For the calculation of the indicators related to SMIs and RIs (SPI1a, SPI1b, SPI1c, and SPI1d), the occurrences that should be used in the computation of the different rates are only those that have a “safety impact”. Whether an occurrence has a safety impact or not should be determined by NSAs using the common European Risk Classification Scheme (ERCS), and by ANSPs through the severity classification using the Risk Analysis Tool (RAT). This information was barely found encoded in the ECR’s occurrences. While there has been some improvement, it is not such that the values may be calculated using ECR data as planned.
The delegated act that regulates the application of ERCS entered into force as from 1st January 2023, so the application of it was mandatory during 2023, but still a poor quality of data in the ECR is observed.

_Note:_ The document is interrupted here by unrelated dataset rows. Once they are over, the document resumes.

package heat

import (
	"fmt"
	"math"

	"keelfall/column"
)

// Evolution is a column whose temperature changes while its rock moves. Begin makes it,
// Advance moves it on; between the two calls may be set what a caller decides (Flux,
// Heat, Remove). It is not for several goroutines at once.
type Evolution struct {
	column    *column.Column
	gravity   float64
	surfaceT  float64
	driven    func(float64) float64
	base      column.Base
	open      bool    // rock of the base comes in at the foot
	depth0    float64 // where the thermal base stays, m
	tolerance float64
	points    int
	dmax      float64
	nonlinear float64 // relative change of properties by temperature, 1/K
	fixedMesh bool
	heater    func(t float64, given []float64) // of tests: fills the cells' sources, W/m²

	t, h       float64
	rate       float64 // at which the column itself stretches: own × arc + extra, 1/s
	arc        float64 // extension rate in force, 1/s
	own, extra float64
	background float64
	spread     float64 // ∫ rate dt since the start
	strata     []stratum
	cells      []cell
	spare      []cell

	moments  []moment
	next     int // the first moment still to come
	eroding  float64
	growing  []Flux // of events
	fluxes   []Flux // of the caller
	sources  []Source
	flown    map[string]float64 // see Flown
	streams  []stream
	foot     int // the basal stream; -1: none
	feet     int
	taken    map[string]bool // names that rock of the base leaves alone
	gap      float64         // by which the column is too short, m
	short    int             // listings in which the column was too short and without a foot
	loss     float64         // thickness it loses, m/s
	footRho  float64
	tracks   []carried
	record   func()
	steps    int
	rejected int
	warnings []string

	w        work
	one, two stage
	f0       []float64 // what comes into a cell now, without streams, W/m²
	start    []float64 // the same with streams
	fresh    bool      // f0 belongs to the present column
	smooth   bool      // no jump since the last step
	reacted  float64
	marks    []int8
	curve    []float64
	thick    []float64
	coarse   float64
	err      error
	domain   outside

	energy   Energy
	massBook Mass
	content0 float64
	mass0    float64
}

// Begin checks the whole plan and returns the column at time 0.
//
// The column needs a temperature. Where neither a basal temperature nor a heat flow is
// given (a given geotherm), the base keeps the temperature it has at the start. Rock of the
// base without a conductivity or heat capacity has those of the last layer.
//
// Errors: those of column.Validate and Solve; a heat capacity that is not positive; an
// event that is not possible or overlaps another, and one by which the column becomes
// deeper than 3000 km or thinner than 1 m, as *EventError; a marker outside the column.
func Begin(p Plan) (*Evolution, error) {
	c := p.Column
	if err := c.Validate(); err != nil {
		return nil, fmt.Errorf("heat: %w", err)
	}
	if !c.HasTemperature() {
		return nil, fmt.Errorf("heat: a column without a temperature has no thermal history: give a basal temperature, a basal heat flow or a geotherm")
	}
	if p.Tolerance < 0 || math.IsNaN(p.Tolerance) || p.Points < 0 || math.IsNaN(p.ExtensionRate) || math.IsInf(p.ExtensionRate, 0) {
		return nil, fmt.Errorf("heat: tolerance %g K, %d points, extension rate %g 1/s", p.Tolerance, p.Points, p.ExtensionRate)
	}
	start := p.Start
	if start == nil {
		var err error
		if start, err = Solve(c); err != nil {
			return nil, err
		}
	}
	if len(start.Layers) != len(c.Layers) || !start.HasTemperature {
		return nil, fmt.Errorf("heat: the start has %d layers, the column %d", len(start.Layers), len(c.Layers))
	}
	ev := &Evolution{column: c, gravity: c.Gravity, surfaceT: c.Surface.Temperature, driven: p.SurfaceTemperature,
		base: c.Base, depth0: c.Depth(), tolerance: p.Tolerance, points: p.Points, rate: p.ExtensionRate, arc: p.ExtensionRate, own: 1, background: p.ExtensionRate, flown: map[string]float64{}, coarse: 1}
	if ev.tolerance == 0 {
		ev.tolerance = 0.1
	}
	if ev.points == 0 {
		ev.points = 300
	}
	ev.open = c.Base.Boundary == column.HalfSpace || c.Base.Boundary == column.Inviscid
	if len(c.Geotherm) > 0 && !ev.base.HasHeatFlow && !ev.base.HasTemperature {
		l := &start.Layers[len(start.Layers)-1]
		T, _, _ := l.At(l.Bottom)
		ev.base.HasTemperature, ev.base.Temperature = true, T
	}
	if ev.base.HasTemperature {
		ev.base.HasHeatFlow = false
	}
	last := &c.Layers[len(c.Layers)-1]
	if ev.base.HeatCapacity == 0 {
		ev.base.HeatCapacity = last.HeatCapacity
	}
	if ev.base.Conductivity.Reference == 0 {
		ev.base.Conductivity = last.Conductivity
	}
	if err := ev.rocks(p.Events); err != nil {
		return nil, err
	}
	if err := ev.schedule(p.Events); err != nil {
		return nil, err
	}
	ev.dmax = 2 * ev.depth0 / float64(ev.points)
	ev.taken = map[string]bool{}
	for i := range c.Layers {
		ev.taken[c.Layers[i].Name] = true
	}
	for i := range p.Events {
		for _, n := range p.Events[i].Names() {
			ev.taken[n] = true
		}
	}
	ev.lay(start)
	if err := ev.placeMarkers(p.Markers); err != nil {
		return nil, err
	}
	ev.press(false)
	if ev.err != nil {
		return nil, ev.err
	}
	ev.content0 = ev.content()
	for i := range ev.cells {
		ev.mass0 += ev.cells[i].m
	}
	if err := ev.restart(); err != nil {
		return nil, err
	}
	ev.begun()
	return ev, ev.err
}

// rocks checks what conduction needs of every rock, and notes how much the properties
// change with temperature.
func (ev *Evolution) rocks(events []Event) error {
	check := func(name string, r *column.Rock) error {
		if !(r.HeatCapacity > 0) || math.IsInf(r.HeatCapacity, 1) {
			return fmt.Errorf("%s: heat capacity %g J/kg/K, must be > 0", name, r.HeatCapacity)
		}
		if !(r.Conductivity.Reference > 0) {
			return fmt.Errorf("%s: conductivity %g W/m/K, must be > 0", name, r.Conductivity.Reference)
		}
		if r.Density == nil {
			return fmt.Errorf("%s: no density", name)
		}
		ev.nonlinear = max(ev.nonlinear, abs(r.Conductivity.PerKelvin))
		if r.Density.NeedsTemperature() {
			ev.nonlinear = max(ev.nonlinear, 1e-4)
		}
		return nil
	}
	for i := range ev.column.Layers {
		if err := check(ev.column.Layers[i].Name, &ev.column.Layers[i].Rock); err != nil {
			return fmt.Errorf("heat: %w", err)
		}
	}
	if ev.open {
		if err := check("base", &ev.base.Rock); err != nil {
			return fmt.Errorf("heat: %w", err)
		}
	}
	for i := range events {
		if e := &events[i]; e.Verb == "intrude" || e.Verb == "bury" {
			if err := check(e.Name, &e.Rock); err != nil {
				return e.mistake(i, err)
			}
		}
	}
	return nil
}

// lay makes the layers' first cells, of the start's mean temperatures.
func (ev *Evolution) lay(start *Profile) {
	c := ev.column
	each := ev.depth0 / float64(ev.points)
	ev.cells = make([]cell, 0, 4*ev.points)
	ev.spare = make([]cell, 0, 4*ev.points)
	for j := range c.Layers {
		l := &c.Layers[j]
		p := &start.Layers[j]
		s := newStratum(l.Name, l.Rock, l.Root, l.Thickness)
		n := int(math.Max(leastEach, math.Ceil(l.Thickness/each)))
		d := l.Thickness / float64(n)
		s.lo = len(ev.cells)
		for i := range n {
			z := p.Top + (p.Bottom-p.Top)*float64(i)/float64(n)
			dz := (p.Bottom - p.Top) / float64(n)
			Ta, _, _ := p.At(z)
			Tm, Pm, _ := p.At(z + dz/2)
			Tb, _, _ := p.At(z + dz)
			k := cell{layer: j, x: (float64(i) + 0.5) / float64(n), T: (Ta + 4*Tm + Tb) / 6, P: Pm}
			if s.react != nil {
				k.X = s.react.Extent
			}
			k.m = d * s.bulk(s.density(k.T, k.P, k.x, k.X), k.T, k.P)
			top := d * float64(i)
			k.H = (l.HeatProduction.Integral(top+d) - l.HeatProduction.Integral(top)) / k.m
			k.e, _ = s.enthalpy(k.T, k.P)
			ev.cells = append(ev.cells, k)
		}
		s.hi = len(ev.cells)
		ev.strata = append(ev.strata, s)
	}
	for i := range ev.cells {
		ev.touch(&ev.cells[i])
	}
}

// restart makes the mesh and the first step fit what a jump has made of the column.
func (ev *Evolution) restart() error {
	ev.streams = ev.streams[:0] // of the step before
	ev.w.run, ev.w.sourced = ev.rate != 0, false
	if err := ev.refine(); err != nil {
		return err
	}
	n := len(ev.cells)
	ev.two.size(n)
	ev.one.size(n)
	ev.w.size(n)
	if err := ev.rates(); err != nil {
		return err
	}
	fastest := ev.tolerance / 1e16
	for i := range ev.cells {
		c := &ev.cells[i]
		fastest = max(fastest, abs(ev.f0[i])/(c.m*ev.strata[c.layer].c))
	}
	ev.fresh = false
	ev.h = 10 * ev.tolerance / fastest
	return nil
}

ANSP’s use of the RAT was close to 100% at the end of RP2, but its use is not mandated in RP3. Because EASA has not been able to verify the data submitted, this report relies on the correct application of the ERCS and RAT by NSAs and ANSPs.
It is likely that some have not applied the ERCS and RAT resulting in greater subjectivity in ANSP and NSA interpretations of what constitutes an occurrence that had a safety impact. Nevertheless, this does not invalidate the analysis, but it should be taken into consideration when interpreting the data. In the last year of RP3, Member States should ensure that both the RAT severity and the ERCS risk score are encoded for each occurrence to allow EASA to compute independently the SPIs. Otherwise, they will have to extract and submit the occurrences used in the computation of the SPIs themselves.